EXERCISE DIRECTIONS: Set down all of the records exactly.

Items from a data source
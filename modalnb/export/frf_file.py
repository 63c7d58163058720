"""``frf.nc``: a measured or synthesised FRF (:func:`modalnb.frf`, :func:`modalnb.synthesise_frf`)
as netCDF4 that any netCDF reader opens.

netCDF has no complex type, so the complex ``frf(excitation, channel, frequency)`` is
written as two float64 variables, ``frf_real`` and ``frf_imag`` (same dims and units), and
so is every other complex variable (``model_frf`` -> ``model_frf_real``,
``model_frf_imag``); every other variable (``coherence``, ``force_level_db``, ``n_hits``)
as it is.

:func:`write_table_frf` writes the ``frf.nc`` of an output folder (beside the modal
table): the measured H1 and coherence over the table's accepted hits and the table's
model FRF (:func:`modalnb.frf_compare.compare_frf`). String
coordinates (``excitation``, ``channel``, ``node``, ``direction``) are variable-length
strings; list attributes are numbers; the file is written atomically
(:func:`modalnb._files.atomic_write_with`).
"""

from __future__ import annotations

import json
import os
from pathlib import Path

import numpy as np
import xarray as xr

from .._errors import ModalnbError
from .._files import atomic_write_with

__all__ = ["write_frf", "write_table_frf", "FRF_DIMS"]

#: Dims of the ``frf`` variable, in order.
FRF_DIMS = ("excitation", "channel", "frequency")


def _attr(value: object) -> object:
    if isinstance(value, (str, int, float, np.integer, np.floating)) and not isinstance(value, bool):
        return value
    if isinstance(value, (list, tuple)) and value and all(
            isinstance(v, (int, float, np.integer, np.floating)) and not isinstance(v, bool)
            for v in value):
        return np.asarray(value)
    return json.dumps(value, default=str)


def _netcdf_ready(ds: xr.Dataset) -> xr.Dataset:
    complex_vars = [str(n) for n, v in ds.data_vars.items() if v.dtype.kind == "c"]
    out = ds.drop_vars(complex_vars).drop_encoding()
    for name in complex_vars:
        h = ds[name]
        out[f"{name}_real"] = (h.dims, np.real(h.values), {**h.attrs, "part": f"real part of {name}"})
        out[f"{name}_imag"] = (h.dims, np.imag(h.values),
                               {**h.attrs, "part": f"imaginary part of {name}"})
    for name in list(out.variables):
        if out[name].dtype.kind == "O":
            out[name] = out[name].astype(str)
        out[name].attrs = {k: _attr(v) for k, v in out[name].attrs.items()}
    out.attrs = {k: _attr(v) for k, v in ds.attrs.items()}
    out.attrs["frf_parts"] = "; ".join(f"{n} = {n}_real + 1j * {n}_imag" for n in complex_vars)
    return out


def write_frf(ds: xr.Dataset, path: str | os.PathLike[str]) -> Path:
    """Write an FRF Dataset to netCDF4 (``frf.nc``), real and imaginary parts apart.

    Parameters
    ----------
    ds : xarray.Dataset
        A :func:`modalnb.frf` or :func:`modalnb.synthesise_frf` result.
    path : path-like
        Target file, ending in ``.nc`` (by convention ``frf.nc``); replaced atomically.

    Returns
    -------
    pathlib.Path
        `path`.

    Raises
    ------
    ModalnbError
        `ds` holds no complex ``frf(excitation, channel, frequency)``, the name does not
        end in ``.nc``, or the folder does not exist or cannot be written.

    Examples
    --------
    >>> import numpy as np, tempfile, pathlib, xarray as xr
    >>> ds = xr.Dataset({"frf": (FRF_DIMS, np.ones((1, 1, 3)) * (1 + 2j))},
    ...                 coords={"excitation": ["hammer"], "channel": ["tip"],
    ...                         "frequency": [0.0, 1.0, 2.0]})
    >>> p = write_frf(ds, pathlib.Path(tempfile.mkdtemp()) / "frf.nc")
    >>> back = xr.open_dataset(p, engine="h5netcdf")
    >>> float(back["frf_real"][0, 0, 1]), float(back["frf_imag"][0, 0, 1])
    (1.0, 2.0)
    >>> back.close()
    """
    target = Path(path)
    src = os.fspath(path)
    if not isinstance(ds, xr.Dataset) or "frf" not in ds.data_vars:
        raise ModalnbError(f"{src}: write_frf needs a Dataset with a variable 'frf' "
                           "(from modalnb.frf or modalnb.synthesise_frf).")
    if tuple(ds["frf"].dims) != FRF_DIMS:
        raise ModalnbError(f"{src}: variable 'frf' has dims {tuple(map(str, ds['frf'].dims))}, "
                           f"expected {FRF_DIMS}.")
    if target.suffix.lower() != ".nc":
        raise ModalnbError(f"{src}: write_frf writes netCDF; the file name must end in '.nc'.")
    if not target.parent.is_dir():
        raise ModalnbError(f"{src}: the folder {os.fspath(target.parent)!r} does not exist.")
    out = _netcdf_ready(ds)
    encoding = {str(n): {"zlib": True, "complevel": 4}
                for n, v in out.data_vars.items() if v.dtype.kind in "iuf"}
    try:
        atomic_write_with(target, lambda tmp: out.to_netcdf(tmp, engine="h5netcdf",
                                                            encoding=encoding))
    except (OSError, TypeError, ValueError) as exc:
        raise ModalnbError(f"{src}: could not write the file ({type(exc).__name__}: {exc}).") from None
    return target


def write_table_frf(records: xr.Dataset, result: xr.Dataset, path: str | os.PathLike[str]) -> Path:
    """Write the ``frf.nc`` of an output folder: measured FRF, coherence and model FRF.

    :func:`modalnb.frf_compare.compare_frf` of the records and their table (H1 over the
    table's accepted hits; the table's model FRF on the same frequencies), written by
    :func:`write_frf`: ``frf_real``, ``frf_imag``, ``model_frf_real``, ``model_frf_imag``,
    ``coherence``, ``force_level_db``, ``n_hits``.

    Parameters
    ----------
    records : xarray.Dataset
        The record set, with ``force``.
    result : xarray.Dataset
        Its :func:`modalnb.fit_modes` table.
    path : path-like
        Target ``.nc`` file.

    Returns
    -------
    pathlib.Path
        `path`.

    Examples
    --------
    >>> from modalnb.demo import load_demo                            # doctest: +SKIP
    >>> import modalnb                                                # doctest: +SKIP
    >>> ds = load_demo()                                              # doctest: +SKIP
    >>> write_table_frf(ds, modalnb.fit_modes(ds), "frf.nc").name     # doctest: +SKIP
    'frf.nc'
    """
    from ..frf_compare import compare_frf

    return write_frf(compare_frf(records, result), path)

SOLVED EXERCISE:
filename modalnb/export/frf_file.py
repository 63c7d58163058720
"""``frf.nc``: a measured or synthesised FRF (:func:`modalnb.frf`, :func:`modalnb.synthesise_frf`)
as netCDF4 that any netCDF reader opens.

netCDF has no complex type, so the complex ``frf(excitation, channel, frequency)`` is
written as two float64 variables, ``frf_real`` and ``frf_imag`` (same dims and units), and
so is every other complex variable (``model_frf`` -> ``model_frf_real``,
``model_frf_imag``); every other variable (``coherence``, ``force_level_db``, ``n_hits``)
as it is.

:func:`write_table_frf` writes the ``frf.nc`` of an output folder (beside the modal
table): the measured H1 and coherence over the table's accepted hits and the table's
model FRF (:func:`modalnb.frf_compare.compare_frf`). String
coordinates (``excitation``, ``channel``, ``node``, ``direction``) are variable-length
strings; list attributes are numbers; the file is written atomically
(:func:`modalnb._files.atomic_write_with`).
"""

from __future__ import annotations

import json
import os
from pathlib import Path

import numpy as np
import xarray as xr

from .._errors import ModalnbError
from .._files import atomic_write_with

__all__ = ["write_frf", "write_table_frf", "FRF_DIMS"]

#: Dims of the ``frf`` variable, in order.
FRF_DIMS = ("excitation", "channel", "frequency")


def _attr(value: object) -> object:
    if isinstance(value, (str, int, float, np.integer, np.floating)) and not isinstance(value, bool):
        return value
    if isinstance(value, (list, tuple)) and value and all(
            isinstance(v, (int, float, np.integer, np.floating)) and not isinstance(v, bool)
            for v in value):
        return np.asarray(value)
    return json.dumps(value, default=str)


def _netcdf_ready(ds: xr.Dataset) -> xr.Dataset:
    complex_vars = [str(n) for n, v in ds.data_vars.items() if v.dtype.kind == "c"]
    out = ds.drop_vars(complex_vars).drop_encoding()
    for name in complex_vars:
        h = ds[name]
        out[f"{name}_real"] = (h.dims, np.real(h.values), {**h.attrs, "part": f"real part of {name}"})
        out[f"{name}_imag"] = (h.dims, np.imag(h.values),
                               {**h.attrs, "part": f"imaginary part of {name}"})
    for name in list(out.variables):
        if out[name].dtype.kind == "O":
            out[name] = out[name].astype(str)
        out[name].attrs = {k: _attr(v) for k, v in out[name].attrs.items()}
    out.attrs = {k: _attr(v) for k, v in ds.attrs.items()}
    out.attrs["frf_parts"] = "; ".join(f"{n} = {n}_real + 1j * {n}_imag" for n in complex_vars)
    return out


def write_frf(ds: xr.Dataset, path: str | os.PathLike[str]) -> Path:
    """Write an FRF Dataset to netCDF4 (``frf.nc``), real and imaginary parts apart.

    Parameters
    ----------
    ds : xarray.Dataset
        A :func:`modalnb.frf` or :func:`modalnb.synthesise_frf` result.
    path : path-like
        Target file, ending in ``.nc`` (by convention ``frf.nc``); replaced atomically.

    Returns
    -------
    pathlib.Path
        `path`.

    Raises
    ------
    ModalnbError
        `ds` holds no complex ``frf(excitation, channel, frequency)``, the name does not
        end in ``.nc``, or the folder does not exist or cannot be written.

    Examples
    --------
    >>> import numpy as np, tempfile, pathlib, xarray as xr
    >>> ds = xr.Dataset({"frf": (FRF_DIMS, np.ones((1, 1, 3)) * (1 + 2j))},
    ...                 coords={"excitation": ["hammer"], "channel": ["tip"],
    ...                         "frequency": [0.0, 1.0, 2.0]})
    >>> p = write_frf(ds, pathlib.Path(tempfile.mkdtemp()) / "frf.nc")
    >>> back = xr.open_dataset(p, engine="h5netcdf")
    >>> float(back["frf_real"][0, 0, 1]), float(back["frf_imag"][0, 0, 1])
    (1.0, 2.0)
    >>> back.close()
    """
    target = Path(path)
    src = os.fspath(path)
    if not isinstance(ds, xr.Dataset) or "frf" not in ds.data_vars:
        raise ModalnbError(f"{src}: write_frf needs a Dataset with a variable 'frf' "
                           "(from modalnb.frf or modalnb.synthesise_frf).")
    if tuple(ds["frf"].dims) != FRF_DIMS:
        raise ModalnbError(f"{src}: variable 'frf' has dims {tuple(map(str, ds['frf'].dims))}, "
                           f"expected {FRF_DIMS}.")
    if target.suffix.lower() != ".nc":
        raise ModalnbError(f"{src}: write_frf writes netCDF; the file name must end in '.nc'.")
    if not target.parent.is_dir():
        raise ModalnbError(f"{src}: the folder {os.fspath(target.parent)!r} does not exist.")
    out = _netcdf_ready(ds)
    encoding = {str(n): {"zlib": True, "complevel": 4}
                for n, v in out.data_vars.items() if v.dtype.kind in "iuf"}
    try:
        atomic_write_with(target, lambda tmp: out.to_netcdf(tmp, engine="h5netcdf",
                                                            encoding=encoding))
    except (OSError, TypeError, ValueError) as exc:
        raise ModalnbError(f"{src}: could not write the file ({type(exc).__name__}: {exc}).") from None
    return target


def write_table_frf(records: xr.Dataset, result: xr.Dataset, path: str | os.PathLike[str]) -> Path:
    """Write the ``frf.nc`` of an output folder: measured FRF, coherence and model FRF.

    :func:`modalnb.frf_compare.compare_frf` of the records and their table (H1 over the
    table's accepted hits; the table's model FRF on the same frequencies), written by
    :func:`write_frf`: ``frf_real``, ``frf_imag``, ``model_frf_real``, ``model_frf_imag``,
    ``coherence``, ``force_level_db``, ``n_hits``.

    Parameters
    ----------
    records : xarray.Dataset
        The record set, with ``force``.
    result : xarray.Dataset
        Its :func:`modalnb.fit_modes` table.
    path : path-like
        Target ``.nc`` file.

    Returns
    -------
    pathlib.Path
        `path`.

    Examples
    --------
    >>> from modalnb.demo import load_demo                            # doctest: +SKIP
    >>> import modalnb                                                # doctest: +SKIP
    >>> ds = load_demo()                                              # doctest: +SKIP
    >>> write_table_frf(ds, modalnb.fit_modes(ds), "frf.nc").name     # doctest: +SKIP
    'frf.nc'
    """
    from ..frf_compare import compare_frf

    return write_frf(compare_frf(records, result), path)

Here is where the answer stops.